On a lighter note, it's 64 years today since Albert Hofmann first took LSD. You've all heard the story, but when has that ever stopped me? He wanted to test it on himself, so he started off with a really small dose, just 1 milligram. Unfortunately, it turns out the correct dose is 0.25 mil (250 micrograms), so he cycled off to his home in Basel with the equivalent of four tabs inside him. Before he got home he was tripping his head off, and spent the next twelve hours wondering if it would ever stop.
His terror became our joy, and occasional terror, and who could deny the world is a better place for it? Yes it is. Well you shouldn't have taken that much. They really should stop the England cricket team doing it before games though.
For this is no routine incoherence we have witnessed out in the Caribbean. No wonder Flintoff got caught on that pedalo, he was probably trying to make a break for it before we all got to see his hamfisted batting.
And here, for what it's worth, is my Bob Woolmer conspiracy theory. Well, my second theory. My first was that Inzamam did it after Woolmer said he was leaving him and going back to his wife. It turns out that's considered tasteless for some reason, so I've changed tack.
I think it was connected with match fixing. Now I know that's not an original idea, but the mistake everyone makes is that they all assume it was the Ireland match that was fixed. After all, how could a bunch of amateurs beat the great Pakistan?

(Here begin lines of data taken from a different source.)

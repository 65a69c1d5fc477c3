"""Wall lines: panels standing edge to edge are one wall to the wind (design.md §4).

Each day, the panels standing on a line form groups (gaps no wider than the plan's joint gap).
A panel in a group takes the Case A and Case C pressures of the whole group over its own width,
from either end; a return wall standing at a corner cuts the end-zone value there (ASCE 7-16
Figure 29.3-1). The engine envelopes these line loads over every day the panel stands, together
with its own lone-panel Cases A and B (the state before its neighbours were set).
"""

from __future__ import annotations

from dataclasses import dataclass

import numpy as np

from bracing.model import Site
from bracing.wind import asce7

CORNER_TOLERANCE_FT = 1.0  # line ends closer than this meet at a corner


@dataclass(frozen=True)
class LineLoads:
    """Per panel, enveloped over its standing days; NaN where a panel is on no line.

    `left_*` is wind from the line's start end, `right_*` from its far end; x in ft from the
    panel's first edge. `local_max` and `local_mid` are the largest local Case C coefficient
    over the panel's width and the one at its middle (for walls checked per foot).
    """

    case_a: np.ndarray
    left_mean: np.ndarray
    left_x: np.ndarray
    right_mean: np.ndarray
    right_x: np.ndarray
    local_max: np.ndarray
    local_mid: np.ndarray


def standing_days(site: Site) -> tuple[np.ndarray, np.ndarray]:
    """(lift day, release day) of each panel; NaN lift = not scheduled, inf = not released.

    A wall releases on its sign-off day, and only when every event it waits for is done by then
    (OSHA 1926.704(a): braces stay until the permanent connections are complete).
    """
    events = {e.name: e.day for e in site.events}
    lift = np.array([np.nan if p.lift_day is None else p.lift_day for p in site.panels], float)
    release = np.full(len(site.panels), np.inf)
    by_mark = {p.mark: i for i, p in enumerate(site.panels)}
    for so in site.signoffs:  # the earliest valid sign-off: after the lift and every event
        i = by_mark[so.panel]
        p = site.panels[i]
        valid = (p.lift_day is not None and so.day >= p.lift_day
                 and all(events[n] <= so.day for n in p.release_after))
        if valid:
            release[i] = min(release[i], so.day)
    return lift, release


def planned_weeks(site: Site) -> np.ndarray:
    """Planned standing time (weeks) from lift to the last event that releases the wall."""
    events = {e.name: e.day for e in site.events}
    weeks = np.full(len(site.panels), np.nan)
    for i, p in enumerate(site.panels):
        if p.lift_day is not None and p.release_after:
            weeks[i] = max(1.0, max(events[n] for n in p.release_after) - p.lift_day + 1) / 7.0
    return weeks


def line_loads(site: Site) -> LineLoads | None:
    """The enveloped line loads of every panel (None when no panel stands on a line)."""
    n = len(site.panels)
    on_line = np.array([p.line is not None and p.lift_day is not None for p in site.panels])
    if not on_line.any():
        return None
    lift, release = standing_days(site)
    out = {k: np.full(n, np.nan) for k in LineLoads.__dataclass_fields__}
    best_left = np.full(n, -np.inf)
    best_right = np.full(n, -np.inf)
    gap = site.plan.joint_gap if site.plan else 1.0
    lines = {ln.name: ln for ln in site.lines}
    length = {name: float(np.hypot(*np.subtract(ln.end, ln.start))) for name, ln in lines.items()}
    start = np.array([p.offset for p in site.panels])
    width = np.array([p.width for p in site.panels])
    height = np.array([p.height for p in site.panels])
    top = height + np.array([p.base_elevation for p in site.panels])
    line_of = np.array([p.line or "" for p in site.panels], dtype=object)
    days = np.unique(np.concatenate([lift[on_line], release[on_line & np.isfinite(release)]]))
    for day in days:
        standing = on_line & (lift <= day) & (release > day)
        groups = {}  # (line, group) -> member indices
        for name in lines:
            members = np.nonzero(standing & (line_of == name))[0]
            if len(members) == 0:
                continue
            members = members[np.argsort(start[members])]
            ends = np.maximum.accumulate(start[members] + width[members])
            breaks = np.concatenate([[0], np.cumsum(start[members][1:] - ends[:-1] > gap)])
            for g in np.unique(breaks):
                groups[(name, g)] = members[breaks == g]
        if not groups:  # every wall on the lines released that day
            continue
        returns = _corner_returns(groups, lines, length, start, width)
        # every group of the day in one vectorised pass: each member with its group's extent
        members, lo, hi, ret_lo, ret_hi = [], [], [], [], []
        for (name, _), m in groups.items():
            g_lo = start[m].min()
            g_hi = (start[m] + width[m]).max()
            members.append(m)
            lo.append(np.full(len(m), g_lo))
            hi.append(np.full(len(m), g_hi))
            ret_lo.append(np.full(len(m), returns.get((name, g_lo), 0.0)))
            ret_hi.append(np.full(len(m), returns.get((name, g_hi), 0.0)))
        members = np.concatenate(members)
        lo, hi = np.concatenate(lo), np.concatenate(hi)
        s = height[members]
        ret_lo, ret_hi = np.concatenate(ret_lo) / s, np.concatenate(ret_hi) / s
        b_over_s = (hi - lo) / s
        s_over_h = s / top[members]
        x0 = (start[members] - lo) / s
        x1 = x0 + width[members] / s
        left, cx_left = asce7.case_c_mean(x0, x1, b_over_s, s_over_h, ret_lo)
        right, cx_right = asce7.case_c_mean(b_over_s - x1, b_over_s - x0, b_over_s, s_over_h,
                                            ret_hi)
        grid = x0[:, None] + np.linspace(0.0, 1.0, 9)[None, :] * (x1 - x0)[:, None]
        local = np.maximum(
            asce7.case_c_cf(grid, b_over_s[:, None], s_over_h[:, None], ret_lo[:, None]),
            asce7.case_c_cf(b_over_s[:, None] - grid, b_over_s[:, None], s_over_h[:, None],
                            ret_hi[:, None]))
        _keep(out, "case_a", members, asce7.cf_cases_ab(b_over_s, s_over_h))
        _keep(out, "local_max", members, local.max(axis=1))
        _keep(out, "local_mid", members, local[:, 4])
        # the resultant of each end's wind, from the panel's own first edge
        better = left > best_left[members]
        out["left_mean"][members[better]] = left[better]
        out["left_x"][members[better]] = (cx_left * s - (start[members] - lo))[better]
        best_left[members[better]] = left[better]
        better = right > best_right[members]
        out["right_mean"][members[better]] = right[better]
        out["right_x"][members[better]] = (hi - start[members] - cx_right * s)[better]
        best_right[members[better]] = right[better]
    return LineLoads(**out)


def _keep(out, key, members, values):
    """Envelope: keep the larger value for each member."""
    out[key][members] = np.fmax(out[key][members], values)


def _corner_returns(groups, lines, length, start, width) -> dict:
    """Length of wall standing at right angles at each group end that meets a corner.

    Returns {(line, group end position along the line): return length (ft)}.
    """
    tips = {}  # corner point -> [(line, along, group extent from that corner)]
    for (name, _), members in groups.items():
        lo = start[members].min()
        hi = (start[members] + width[members]).max()
        ln = lines[name]
        for along, point in ((lo, ln.start), (hi, ln.end)):
            at_tip = along <= CORNER_TOLERANCE_FT if point is ln.start else \
                along >= length[name] - CORNER_TOLERANCE_FT
            if at_tip:
                tips.setdefault(point, []).append((name, along, hi - lo))
    out = {}
    for point, here in tips.items():
        for other_point, there in tips.items():
            if np.hypot(point[0] - other_point[0], point[1] - other_point[1]) > \
                    CORNER_TOLERANCE_FT:
                continue
            for name, along, _ in here:
                other = [extent for n, _, extent in there if n != name]
                if other:
                    out[(name, along)] = max(out.get((name, along), 0.0), max(other))
    return out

But suppose it was the West Indies game they threw. That would make much more sense. They did play surprisingly badly in that game, against a very poor side (the West Indies haven't beaten any top class opponents since). And they might have reasoned that they could safely lose this game, because they were bound to beat Ireland and Zimbabwe and qualify anyway.
The whole plan could then have unravelled, when Ireland beat them and knocked them out. In the ensuing argument, Woolmer could have realised that the fix was in, and they had to kill him to keep him quiet.
It's all unfounded speculation, but by religious standards that means it's true. If you're a West Indian detective, scanning the world's major media outlets for clues, then do please use this.
And last but not least, the greatest team the world has ever seen. Yes, Bristol City of course, now four points ahead of the chasing no-hopers with three games left. If results go our way we could be celebrating by Saturday teatime.